As the article observes, episodic memory, i.e., memory of autobiographical events, decays at an exponential rate over time.  That means vampires will likely have a very poor memory of events that happened to them centuries ago, with the exception of key formative events from early in their lives (probably when they were still human).  But non-episodic memory, defined as the memory of “skills, habits and expertise,” does not decay in this way.  And that means vampires are in a position to acquire a large number of skills over their long lives:  “For vampires, there is no theoretical limit on the number of skills that could be acquired to a reasonable level of competence, aside from pastimes that require being outdoors in the daylight or the use of a mirror.”

From an economic perspective, the question is what incentives vampires have to invest in human capital — which may require a different name if non-humans may acquire it.  It is sometimes supposed that immortals might become lazy because they lack the spur of impending death to motivate doing things.  I think that is possible.  But the fact that non-episodic memory doesn’t decay (much) creates an offsetting incentive for immortals to be less lazy.  The longer you stand to benefit from learning something, the greater is your incentive to learn it.  That’s why it makes sense for young people to attend college, but less sense for senior citizens and the terminally ill.  The vampire, looking forward to a potential endless stream of returns from new learning, has a stronger incentive than the typical human to take piano lessons, acquire a new language, master a martial art, and so forth.

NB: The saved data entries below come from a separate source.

//! Terms of the trace formula, their smoothing, and their sum.
//!
//! * [`Term`] is one oscillating contribution to the staircase; its amplitude depends on k in one of a few ways.
//! * [`SmoothedTerms`] holds terms convolved with a Gaussian in k, ready to be evaluated at any k.
//! * [`sum_on_grid`] sums them over a uniform grid, by a nonuniform fast Fourier transform where that is cheaper;
//!   [`sum_at`] sums them directly at arbitrary points.

mod direct;
mod fast;
mod fluctuation;
mod low_k;
mod nufft;
mod plan;
mod series;
mod smoothed;
mod sum;
mod term;

pub use fluctuation::{
    ClassDensity, Statistics, Wave, expected_fluctuation, mean_fluctuation, mean_square, waves,
};
pub use smoothed::{SmoothedTerms, Value};
pub use sum::{DEFAULT_ACCURACY, OrbitSum, UniformGrid, sum_at, sum_on_grid};
pub use term::{Amplitude, Term};
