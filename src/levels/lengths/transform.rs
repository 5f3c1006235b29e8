//! Exponential sums over a grid of lengths.

use crate::trace::UniformGrid;
use num_complex::Complex64;
use rayon::prelude::*;

/// Lengths that one thread does at a time; so many turns of a phase by multiplication lose two digits at most.
const CHUNK: usize = 64;

/// Phases that turn side by side, so that none waits for its own product.
const SIDE_BY_SIDE: usize = 8;

/// sum_j strength_j exp(-i k_j l) at all lengths of a grid. The result does not depend on the number of threads.
pub(super) fn transform(sources: &[(f64, f64)], lengths: &UniformGrid) -> Vec<Complex64> {
    let turns: Vec<Block> = sources
        .chunks(SIDE_BY_SIDE)
        .map(|part| Block::new(part.iter().map(|(k, _)| Complex64::cis(-k * lengths.step))))
        .collect();
    let mut sums = vec![Complex64::ZERO; lengths.count];
    sums.par_chunks_mut(CHUNK)
        .enumerate()
        .for_each(|(chunk, sums)| {
            let begin = lengths.point(chunk * CHUNK);
            for (part, turns) in sources.chunks(SIDE_BY_SIDE).zip(&turns) {
                let mut waves = Block::new(
                    part.iter()
                        .map(|(k, strength)| Complex64::from_polar(*strength, -k * begin)),
                );
                for sum in sums.iter_mut() {
                    *sum += waves.sum();
                    waves.turn(turns);
                }
            }
        });
    sums
}

/// Some complex numbers, zeros at the end where there are fewer.
struct Block {
    re: [f64; SIDE_BY_SIDE],
    im: [f64; SIDE_BY_SIDE],
}

impl Block {
    fn new(values: impl Iterator<Item = Complex64>) -> Self {
        let mut block = Self {
            re: [0.0; SIDE_BY_SIDE],
            im: [0.0; SIDE_BY_SIDE],
        };
        for (index, value) in values.take(SIDE_BY_SIDE).enumerate() {
            block.re[index] = value.re;
            block.im[index] = value.im;
        }
        block
    }

    fn sum(&self) -> Complex64 {
        Complex64::new(self.re.iter().sum(), self.im.iter().sum())
    }

    fn turn(&mut self, by: &Self) {
        for index in 0..SIDE_BY_SIDE {
            let (re, im) = (self.re[index], self.im[index]);
            self.re[index] = re * by.re[index] - im * by.im[index];
            self.im[index] = re * by.im[index] + im * by.re[index];
        }
    }
}

#[cfg(test)]
mod tests {
    use super::*;

    #[test]
    fn sums_are_those_of_single_phases() {
        let sources: Vec<(f64, f64)> = (0..50)
            .map(f64::from)
            .map(|i| (3.0 + 0.9 * i + (7.0 * i).sin(), (1.3 * i).cos()))
            .collect();
        let lengths = UniformGrid {
            start: 0.3,
            step: 0.05,
            count: 200,
        };
        for (index, sum) in transform(&sources, &lengths).iter().enumerate() {
            let l = lengths.point(index);
            let expected: Complex64 = sources
                .iter()
                .map(|(k, strength)| strength * Complex64::cis(-k * l))
                .sum();
            assert!((sum - expected).norm() < 1e-11);
        }
    }
}
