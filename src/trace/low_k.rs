//! Smoothed terms at small k, where the series in 1/k do not reach: within some eight standard deviations of k = 0, and
//! for strips below k l of about 17.
//!
//! Both integrals are done by the trapezoidal rule, which converges geometrically for analytic integrands (Trefethen &
//! Weideman, SIAM Review 56, 2014).

use num_complex::Complex64;

use super::series::gaussian;

/// Half width of the range of integration in standard deviations: what is left out is below 1e-18.
const REACH: f64 = 9.0;

/// Beyond this s l the smoothed term is below 1e-31 of its amplitude, less than the rounding error of the quadrature.
const NOTHING_LEFT: f64 = 12.0;

/// Gaussian mean of k^(1/2) exp(i k l) exp(-i k l), that is A(k) = exp(-(s l)^2/2) E[(k + i s^2 l + s xi)^(1/2)], and its
/// derivative with respect to k.
///
/// For k < 0 the square root is the continuation through the upper half plane, i |k|^(1/2): with it the mean over the real
/// line can be taken along a line above it. At k = 0 without smoothing both results are zero.
pub(super) fn torus(k: f64, length: f64, smoothing: f64) -> (Complex64, Complex64) {
    if smoothing == 0.0 {
        let root = Complex64::new(k, 0.0).sqrt();
        return (
            root,
            if k == 0.0 {
                Complex64::ZERO
            } else {
                0.5 / root
            },
        );
    }
    if smoothing * length > NOTHING_LEFT {
        return (Complex64::ZERO, Complex64::ZERO);
    }
    // In units of s: mean of w^(1/2) over w = zeta + xi, moved up to the line Im w = height. The branch point at w = 0 is
    // then `height` away and the error of the rule is exp(-2 pi height/STEP) = exp(-37).
    const MIN_HEIGHT: f64 = 1.5;
    const STEP: f64 = 0.25;
    let zeta = Complex64::new(k / smoothing, smoothing * length);
    let lift = Complex64::new(0.0, (MIN_HEIGHT - zeta.im).max(0.0));
    let nodes = (REACH / STEP) as i32;
    let (mut mean, mut slope) = (Complex64::ZERO, Complex64::ZERO);
    for node in -nodes..=nodes {
        let xi = f64::from(node) * STEP + lift;
        let weight = (-0.5 * xi * xi).exp();
        let root = (zeta + xi).sqrt();
        mean += weight * root;
        slope += weight * 0.5 / root;
    }
    let norm = STEP / (2.0 * std::f64::consts::PI).sqrt() * gaussian(smoothing * length);
    let scale = smoothing.sqrt();
    (mean * (norm * scale), slope * (norm / scale))
}

/// Gaussian mean of k J1(k l) and its derivative, the mean of k l J0(k l).
pub(super) fn strip(k: f64, length: f64, smoothing: f64) -> (f64, f64) {
    let plain = |k: f64| (k * libm::j1(k * length), k * length * libm::j0(k * length));
    if smoothing == 0.0 {
        return plain(k);
    }
    if smoothing * length > NOTHING_LEFT {
        return (0.0, 0.0);
    }
    // k J1(k l) has no frequency above l, the Gaussian none above REACH/s: no frequency that is left aliases to zero.
    let step = 2.0 * std::f64::consts::PI / (length + REACH / smoothing);
    let nodes = (REACH * smoothing / step).ceil() as i32;
    let (mut mean, mut slope, mut norm) = (0.0, 0.0, 0.0);
    for node in -nodes..=nodes {
        let t = f64::from(node) * step;
        let weight = gaussian(t / smoothing);
        let (value, derivative) = plain(k + t);
        mean += weight * value;
        slope += weight * derivative;
        norm += weight;
    }
    (mean / norm, slope / norm)
}
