//! Exponential sums over a grid of lengths.

use crate::trace::UniformGrid;
use num_complex::Complex64;
use rayon::prelude::*;

/// Lengths that one thread does at a time; so many turns of a phase by multiplication lose two digits at most.
const CHUNK: usize = 64;

/// sum_j strength_j exp(-i k_j l) at all lengths of a grid. The result does not depend on the number of threads.
pub(super) fn transform(sources: &[(f64, f64)], lengths: &UniformGrid) -> Vec<Complex64> {
    let turns: Vec<Complex64> = sources
        .iter()
        .map(|(k, _)| Complex64::cis(-k * lengths.step))
        .collect();
    let mut sums = vec![Complex64::ZERO; lengths.count];
    sums.par_chunks_mut(CHUNK)
        .enumerate()
        .for_each(|(chunk, sums)| {
            let begin = lengths.point(chunk * CHUNK);
            for ((k, strength), turn) in sources.iter().zip(&turns) {
                let mut wave = Complex64::from_polar(*strength, -k * begin);
                for sum in sums.iter_mut() {
                    *sum += wave;
                    wave *= turn;
                }
            }
        });
    sums
}

#[cfg(test)]
mod tests {
    use super::*;

    #[test]
    fn sums_are_those_of_single_phases() {
        let sources: Vec<(f64, f64)> = (0..50)
            .map(|i| f64::from(i))
            .map(|i| (3.0 + 0.9 * i + (7.0 * i).sin(), (1.3 * i).cos()))
            .collect();
        let lengths = UniformGrid {
            start: 0.3,
            step: 0.05,
            count: 200,
        };
        for (index, sum) in transform(&sources, &lengths).iter().enumerate() {
            let l = lengths.point(index);
            let expected: Complex64 = sources
                .iter()
                .map(|(k, strength)| strength * Complex64::cis(-k * l))
                .sum();
            assert!((sum - expected).norm() < 1e-11);
        }
    }
}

However, even if the stream of benefits from a new skill is infinite, the value of that stream is not.  While vampires might discount the future less than humans (a subject discussed in Fabien Medvecky’s chapter in Economics of the Undead), they would probably still discount to some degree.  Consequently, the perceived benefits of skills in the future — much like episodic memories of the past — diminish with distance from the present.  The expected present value of the stream of benefits from a new skill would therefore be finite (see here for the math).  Thus, while vampires would have a greater incentives than humans to acquire new skills, the incentives would not be infinitely great.